Malaria is an important cause of maternal and perinatal morbidity and mortality [
1]. Pregnancy-associated malaria (PAM) is characterized by the accumulation of
Plasmodium falciparum-infected erythrocytes (PfIE) in placental intervillous spaces [
2]. The occurrence of low birth weight (LBW) is one of the main consequences of PAM and this is associated with a high risk of neonatal mortality. Approximately 100,000 children die annually in sub-Saharan Africa due to malaria-related LBW [
3].
In Benin, anti-malarial treatment policy has long been based on the use of chloroquine (CQ) as first-line and SP as second-line. CQ was also used in prophylaxis of malaria during pregnancy. However, decreased therapeutic efficacies of both CQ and SP prompted the change of the national anti-malarial drug policy in 2004 by the official withdrawal of CQ and SP in the treatment of uncomplicated malaria. As reported in many parts of the world sulphadoxine-pyrimethamine (SP) has been used extensively in the past for treatment and prophylaxis of falciparum malaria [
4]. One of the consequences is that the utility of SP in the treatment of malaria in sub-Saharan Africa has declined drastically in the last decade because of the emergence and spread of drug resistance of
P. falciparum.
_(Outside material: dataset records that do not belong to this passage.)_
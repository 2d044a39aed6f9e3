import { PageHeader } from '@/components/ui/PageHeader';
import { listMembers, listOpenInvitations } from '@/db/queries/members';
import { requireMember } from '@/lib/auth/guard';
import { ROLE_LABELS } from '@/lib/auth/roles';
import { InviteForm } from './InviteForm';
import { RoleEditor } from './RoleEditor';

export default async function MembersPage() {
  const member = await requireMember('members.manage');
  const [members, invites] = await Promise.all([
    listMembers({ labId: member.lab.id }),
    listOpenInvitations({ labId: member.lab.id }),
  ]);
  return (
    <>
      <PageHeader title="Members" lead="Roles decide who designs protocols, who reviews them, and who manages rigs and people." />
      <div className="grid gap-6 lg:grid-cols-[2fr_1fr]">
        <div className="card overflow-x-auto p-0">
          <table className="table">
            <thead><tr><th>Person</th><th>Roles</th></tr></thead>
            <tbody>
              {members.map((m) => (
                <tr key={m.userId}>
                  <td><div className="font-medium">{m.name ?? m.email}</div><div className="text-xs text-ink-muted">{m.email}</div></td>
                  <td><RoleEditor userId={m.userId} roles={m.roles} label={m.name ?? m.email ?? ''} /></td>
                </tr>
              ))}
            </tbody>
          </table>
        </div>
        <div className="space-y-6">
          <InviteForm />
          <section className="card">
            <h2 className="text-base">Open invitations</h2>
            {invites.length === 0 ? (
              <p className="mt-2 text-sm text-ink-muted">None. Invitations you send wait here until they are accepted.</p>
            ) : (
              <ul className="mt-2 space-y-1 text-sm">
                {invites.map((i) => (
                  <li key={i.id}>
                    {i.email} — {i.roles.map((r) => ROLE_LABELS[r]).join(', ')}
                    <span className="text-xs text-ink-muted"> (expires {i.expiresAt.toISOString().slice(0, 10)})</span>
                  </li>
                ))}
              </ul>
            )}
          </section>
        </div>
      </div>
    </>
  );
}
However, SP is still used for malaria prevention during pregnancy as intermittent preventive treatment in pregnancy (IPTp). The SP-IPTp regimen has been recommended by the World Health Organization (WHO) [
5] since 2004, and was adopted by Benin the same year. SP-IPTp regimen comprises the administration of at least two curative doses of SP starting in the second trimester of pregnancy (16 weeks of gestation) and ensuring a dose spacing interval of at least one month. SP continues to be the drug of choice for IPTp both because it is safe, easy to administer, and because a single treatment dose has long-lasting prophylactic effect (up to 60 days) [
6,
7]. SP efficacy is dependent on the number of mutations accumulated in the genes encoding the
P. falciparum enzymes dihydrofolate reductase (DHFR) and dihydropteroate synthase (DHPS) [
8,
9]. Single nucleotide polymorphisms (SNPs) in the
pfdhfr gene, at codons 51, 59, 108, and 164, and in the
pfdhps gene, at codons 436, 437, 540, 581, and 613 are associated with
in vitro resistance to pyrimethamine and sulphadoxine, respectively [
10‐
12]. Parasite resistance to SP
in vivo is largely associated with a triple mutation in
pfdhfr (resulting in amino acid changes; N51I, C59R and S108N) coupled with a double mutation in
pfdhps (A437G, K540E) [
13‐
15]. Such
P. falciparum parasites carrying quintuple mutations (triple
pfdhfr with double
pfdhps mutations) are highly prevalent in East Africa [
16,
17], but rare in West Africa [
18], including Benin where a study from 2003 to 2005 showed that the most prevalent haplotype (85%) was the quadruple (triple
pfdhfr, single
pfdhps) mutant [
19]. Although SP shows poor efficacy in children infected with quintuple mutant parasites, IPTp with SP seems to remain effective in preventing the adverse consequences of malaria on maternal and foetal outcomes in areas where a high proportion of
P. falciparum parasites carry these quintuple mutations [
20,
21].
From 2005 to 2007, a study in southern Benin [
22] showed that the proportion of parasites carrying quadruple
pfdhfr/
pfdhps mutations during pregnancy was constantly above 80% whilst no quintuple mutants were detected. Recently, a prospective cohort study (STOPPAM) on ~1,000 pregnant women in south-western Benin, four years after the change of malaria treatment policy in Benin was conducted. A subset of samples collected during the follow up were used to assess the prevalence and possible selection of molecular markers of SP resistance in the
pfdhfr and
pfdhps genes present at different gestational ages, and to characterize recurrent infections in the context of SP-IPTp.